Keiko Fujimori, candidata presidencial del partido político Fuerza Popular (de derecha), y Roberto Sánchez, candidato presidencial de Juntos por el Perú (de izquierda), medirán su respaldo el 7 de junio de 2026.
Ese día se desarrollará el sufragio de segunda vuelta para definir quién asumirá el mandato presidencial de Perú para el periodo 2026-2031.
Tras la primera vuelta, Fujimori alcanzó el 17,18% de votos y Sánchez logró el 12,04%.
¿En el Perú hay una fragmentación del voto o una polarización?
Giovanna Peñaflor, analista política de Perú y gerente de la encuestadora Imasen, resume que los resultados de la primera vuelta reflejan un empate estadístico; una diferenciación entre Lima, la capital, y el interior del país; la existencia de un importante porcentaje de personas indecisas o muy insatisfechas con Fujimori y Sánchez.
“Son opciones minoritarias.
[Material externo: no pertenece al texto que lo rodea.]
class _State:
    """What the scan has read so far; the second pass turns it into a CapSpec.

    Scalars default on the class so that a text only pays for what it sets.
    """

    cap: float | None = None
    cap_tok = ""
    cap_i = -9
    cap_weak = False
    volt: float | None = None
    vkind: str | None = None
    volt_i = -9
    tol: tuple[float | None, float | None, float | None] | None = None  # minus %, plus %, abs F
    tol_i = -9
    tol_letter: str | None = None
    tol_tok = ""
    diel: Dielectric | None = None
    film: str | None = None
    tmin: float | None = None
    tmax: float | None = None
    pkg: str | None = None
    pkg_note: str | None = None
    safety: str | None = None
    nonpolar = False
    strong_cap = False  # a farad unit, capacitor or technology words, a dielectric code
    cap_words = False  # capacitor words, or technology words only capacitors carry
    bare_numbers = 0

    def __init__(self, context: str) -> None:
        self.context = context
        self.warnings: list[str] = []
        self.unread: list[str] = []
        self.hints: list[str] = []  # technology and EMI-filter hints
        self.noncap: list[str] = []  # kinds named by words: resistor, inductor, crystal...
        self.weak_noncap: list[tuple[str, str, bool]] = []  # (token, kind, warn if capacitor)
        self.weak_cap_toks: list[str] = []
        self.bare_toks: list[str] = []
        self.more_tols: list[tuple[tuple[float | None, float | None, float | None], str]] = []
        # Decided in the second pass: (what, index, token, data...).
        self.deferred: list[tuple] = []

    def set_cap(self, value: float, tok: str, i: int, *, weak: bool) -> None:
        if self.cap is None:
            self.cap, self.cap_tok, self.cap_i, self.cap_weak = value, tok, i, weak
        elif not math.isclose(self.cap, value, rel_tol=1e-9):
            kept = self.cap_tok if self.cap <= value else tok
            self.warnings.append(
                f"{CONFLICT_MARK}two capacitance values ({self.cap_tok!r} and {tok!r}); "
                f"kept the smaller, {kept!r}"
            )
            self.cap = min(self.cap, value)
        if weak:
            self.weak_cap_toks.append(tok)
        else:
            self.strong_cap = True

    def set_volt(self, value: float, kind: str | None, tok: str, i: int) -> None:
        if self.volt is None:
            self.volt, self.vkind, self.volt_i = value, kind, i
        elif not math.isclose(self.volt, value, rel_tol=1e-9):
            if kind and self.vkind and kind != self.vkind:  # "275VAC 630VDC": two ratings
                self.warnings.append(f"second rated voltage {tok!r} ignored")
            else:
                self.warnings.append(f"{CONFLICT_MARK}two rated voltages ({self.volt:g} V and "
                                     f"{tok!r}); kept the lower, {min(self.volt, value):g} V")
                if value < self.volt:
                    self.volt, self.vkind = value, kind or self.vkind
        elif kind and not self.vkind:
            self.vkind = kind

    def set_tol(self, tol: tuple[float | None, float | None, float | None], tok: str, i: int,
                letter: str | None = None) -> None:
        if self.tol is None:
            self.tol, self.tol_i, self.tol_letter, self.tol_tok = tol, i, letter, tok
        elif self.tol != tol:
            self.more_tols.append((tol, tok))  # resolved in _build, where the value is known

    def set_diel(self, d: Dielectric, tok: str) -> None:
        if self.diel is None:
            self.diel = d
        elif self.diel.code != d.code:
            self.warnings.append(f"second dielectric code {tok!r} ignored")
        self.strong_cap = True

    def set_temp(self, value: float, tok: str) -> None:
        if value < 0:
            if self.tmin is None:
                self.tmin = value
            elif self.tmin != value:
                self.warnings.append(f"{CONFLICT_MARK}two minimum temperatures ({self.tmin:g} "
                                     f"and {tok!r}); kept the higher, {max(self.tmin, value):g} "
                                     "degC")
                self.tmin = max(self.tmin, value)
        elif self.tmax is None:
            self.tmax = value
        elif self.tmax != value:
            self.warnings.append(f"{CONFLICT_MARK}two rated temperatures ({self.tmax:g} degC "
                                 f"and {tok!r}); kept the lower, {min(self.tmax, value):g} degC")
            self.tmax = min(self.tmax, value)

    def set_pkg(self, found: tuple[str, str], tok: str) -> None:
        if self.pkg is None:
            self.pkg, self.pkg_note = found
        elif codes.IMPERIAL_TO_METRIC.get(self.pkg) == found[0]:  # "0805 (2012 Metric)"
            self.pkg_note = f"imperial {self.pkg} (metric {found[0]}), both written"
        elif codes.METRIC_TO_IMPERIAL.get(self.pkg) == found[0]:  # "1608 metric / 0603"
            self.pkg, self.pkg_note = found[0], f"imperial {found[0]} (metric {self.pkg}), " \
                "both written"
        elif self.pkg != found[0]:
            self.warnings.append(f"second package {tok!r} ignored")

    def set_safety(self, cls: str, tok: str) -> None:
        if self.safety is None or self.safety == cls:
            self.safety = cls
        elif self.safety[0] == "X" and cls[0] == "Y":  # "X1 / Y2": dual rated
            self.warnings.append(f"dual safety rating {self.safety}/{cls}; safety_class "
                                 f"records {cls}")
            self.safety = cls
        elif not (self.safety[0] == "Y" and cls[0] == "X"):
            self.warnings.append(f"second safety class {tok!r} ignored")

    def unread_number(self, tok: str) -> None:
        self.unread.append(tok)
        self.bare_numbers += 1
        self.bare_toks.append(tok)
Si se considera que en el padrón electoral del Perú hay 27 millones y que entre los dos candidatos suman 5 millones de votos, estamos hablando de que alrededor de un 20% de los ciudadanos peruanos han respaldado ambas opciones”, explica la experta.
Ejemplifica que en Perú no pasa lo mismo que en Colombia donde los candidatos presidenciales de segunda vuelta alcanzaron votos por sobre el 40%, respectivamente. “En Perú, más que polarización, tenemos una fragmentación”.
Keiko Fujimori y Roberto Sánchez fueron los perfiles que pasaron a segunda vuelta de entre 35 candidatos presidenciales que participaron en la primera vuelta, el 12 de abril de 2026.
Para Javier Gutiérrez Ruiz, consultor político y director ejecutivo del Instituto de Comunicación Política y Gobierno de Lima, los resultados de primera vuelta “fueron bastante estrechos”. Dice que la cantidad de candidatos presidenciales “conlleva a que haya mucha fragmentación del voto”. Pero, contrario a Peñaflor, considera que sí existe un escenario polarizado por las tendencias políticas a las que representan los candidatos.
Lo explica: “Fujimori representa a las fuerzas de derecha, en general, también debido al pasado histórico de su partido y a la influencia de su padre (Alberto Fujimori) cuando fue gobernante del país. Sánchez representa a una izquierda que en muchos casos es tildada como radical, realmente es una izquierda socialista. El escenario está super polarizado”.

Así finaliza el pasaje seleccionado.